(Records from a data collection)
= = = = = = =
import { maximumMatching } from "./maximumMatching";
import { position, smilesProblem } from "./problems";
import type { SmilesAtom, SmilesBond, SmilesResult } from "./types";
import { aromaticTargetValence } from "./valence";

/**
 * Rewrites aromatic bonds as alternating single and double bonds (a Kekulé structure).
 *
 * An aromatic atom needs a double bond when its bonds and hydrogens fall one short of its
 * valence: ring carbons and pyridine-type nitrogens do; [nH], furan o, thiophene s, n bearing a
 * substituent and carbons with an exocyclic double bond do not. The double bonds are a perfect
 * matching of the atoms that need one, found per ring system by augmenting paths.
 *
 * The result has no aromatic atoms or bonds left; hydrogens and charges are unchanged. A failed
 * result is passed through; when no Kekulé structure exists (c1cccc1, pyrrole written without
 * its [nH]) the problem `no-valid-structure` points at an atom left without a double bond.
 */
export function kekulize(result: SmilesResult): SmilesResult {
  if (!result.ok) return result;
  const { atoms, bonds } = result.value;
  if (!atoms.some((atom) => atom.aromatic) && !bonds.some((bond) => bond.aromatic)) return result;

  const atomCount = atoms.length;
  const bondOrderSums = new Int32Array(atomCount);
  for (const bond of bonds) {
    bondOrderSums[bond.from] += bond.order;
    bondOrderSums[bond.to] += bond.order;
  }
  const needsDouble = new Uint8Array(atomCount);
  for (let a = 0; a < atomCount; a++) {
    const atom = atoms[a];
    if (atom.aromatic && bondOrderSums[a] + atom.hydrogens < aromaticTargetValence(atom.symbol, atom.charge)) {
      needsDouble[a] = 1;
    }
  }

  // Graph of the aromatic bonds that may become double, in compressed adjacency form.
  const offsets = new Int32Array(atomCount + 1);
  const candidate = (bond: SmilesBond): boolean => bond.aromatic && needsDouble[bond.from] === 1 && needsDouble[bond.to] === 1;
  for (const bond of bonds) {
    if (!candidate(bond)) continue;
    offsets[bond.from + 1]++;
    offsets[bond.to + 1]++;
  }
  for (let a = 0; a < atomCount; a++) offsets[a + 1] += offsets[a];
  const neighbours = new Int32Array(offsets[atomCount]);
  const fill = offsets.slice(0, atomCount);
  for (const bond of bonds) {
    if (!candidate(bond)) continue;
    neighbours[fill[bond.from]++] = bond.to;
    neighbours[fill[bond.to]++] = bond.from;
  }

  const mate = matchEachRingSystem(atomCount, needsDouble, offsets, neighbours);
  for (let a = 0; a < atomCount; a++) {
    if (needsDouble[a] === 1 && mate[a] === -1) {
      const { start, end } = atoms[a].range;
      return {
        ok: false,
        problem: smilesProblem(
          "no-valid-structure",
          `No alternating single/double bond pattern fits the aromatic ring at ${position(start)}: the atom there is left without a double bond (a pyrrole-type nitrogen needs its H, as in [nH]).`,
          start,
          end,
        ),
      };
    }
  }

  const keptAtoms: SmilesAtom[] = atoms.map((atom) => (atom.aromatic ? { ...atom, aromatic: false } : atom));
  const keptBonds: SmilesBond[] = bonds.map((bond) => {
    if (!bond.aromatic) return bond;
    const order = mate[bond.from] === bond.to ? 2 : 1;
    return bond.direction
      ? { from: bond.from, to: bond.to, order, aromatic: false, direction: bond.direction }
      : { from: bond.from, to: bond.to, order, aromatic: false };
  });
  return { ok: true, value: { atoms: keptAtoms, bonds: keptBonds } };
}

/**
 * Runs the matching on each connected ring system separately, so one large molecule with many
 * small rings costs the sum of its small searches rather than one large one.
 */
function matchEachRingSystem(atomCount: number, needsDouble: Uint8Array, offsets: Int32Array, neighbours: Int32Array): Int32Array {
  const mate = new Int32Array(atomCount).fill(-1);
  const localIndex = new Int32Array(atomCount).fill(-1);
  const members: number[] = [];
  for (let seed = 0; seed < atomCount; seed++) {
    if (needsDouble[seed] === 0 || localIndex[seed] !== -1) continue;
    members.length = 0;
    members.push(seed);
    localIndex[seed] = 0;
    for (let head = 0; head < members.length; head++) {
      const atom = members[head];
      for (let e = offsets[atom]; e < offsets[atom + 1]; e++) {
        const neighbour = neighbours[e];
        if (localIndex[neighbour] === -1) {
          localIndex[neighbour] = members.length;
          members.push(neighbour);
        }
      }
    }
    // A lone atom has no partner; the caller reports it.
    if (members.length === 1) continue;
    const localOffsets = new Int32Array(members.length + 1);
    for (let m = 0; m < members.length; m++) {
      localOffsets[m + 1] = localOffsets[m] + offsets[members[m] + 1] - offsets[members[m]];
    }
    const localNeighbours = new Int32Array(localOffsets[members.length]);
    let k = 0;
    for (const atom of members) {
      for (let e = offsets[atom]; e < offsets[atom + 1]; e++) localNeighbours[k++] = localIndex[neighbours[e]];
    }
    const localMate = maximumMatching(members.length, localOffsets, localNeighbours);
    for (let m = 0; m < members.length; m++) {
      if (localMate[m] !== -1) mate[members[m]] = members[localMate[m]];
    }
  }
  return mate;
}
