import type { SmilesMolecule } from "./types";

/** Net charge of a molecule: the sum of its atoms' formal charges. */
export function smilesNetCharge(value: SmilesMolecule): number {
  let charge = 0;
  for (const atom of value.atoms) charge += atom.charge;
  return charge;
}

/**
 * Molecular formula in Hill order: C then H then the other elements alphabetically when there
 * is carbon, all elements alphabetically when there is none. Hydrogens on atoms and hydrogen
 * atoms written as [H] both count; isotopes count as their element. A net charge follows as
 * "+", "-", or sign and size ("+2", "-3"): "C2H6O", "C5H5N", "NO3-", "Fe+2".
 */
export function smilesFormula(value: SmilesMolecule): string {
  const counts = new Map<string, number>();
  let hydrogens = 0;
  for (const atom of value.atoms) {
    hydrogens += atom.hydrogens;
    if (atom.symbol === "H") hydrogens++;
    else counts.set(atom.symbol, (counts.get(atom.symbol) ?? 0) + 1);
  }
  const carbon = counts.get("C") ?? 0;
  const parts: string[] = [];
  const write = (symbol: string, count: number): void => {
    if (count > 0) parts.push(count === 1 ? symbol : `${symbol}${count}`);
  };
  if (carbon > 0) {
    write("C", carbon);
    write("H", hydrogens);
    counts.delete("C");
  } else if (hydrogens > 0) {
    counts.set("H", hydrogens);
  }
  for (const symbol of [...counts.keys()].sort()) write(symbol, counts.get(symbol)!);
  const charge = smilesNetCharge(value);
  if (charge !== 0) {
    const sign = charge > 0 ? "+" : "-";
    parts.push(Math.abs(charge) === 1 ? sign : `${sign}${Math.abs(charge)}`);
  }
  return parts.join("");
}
= = = = = = =
● **Task description**
Across the records above, return every line that contains the word "keptAtoms".

● **Solved problem**
  const keptAtoms: SmilesAtom[] = atoms.map((atom) => (atom.aromatic ? { ...atom, aromatic: false } : atom));
  return { ok: true, value: { atoms: keptAtoms, bonds: keptBonds } };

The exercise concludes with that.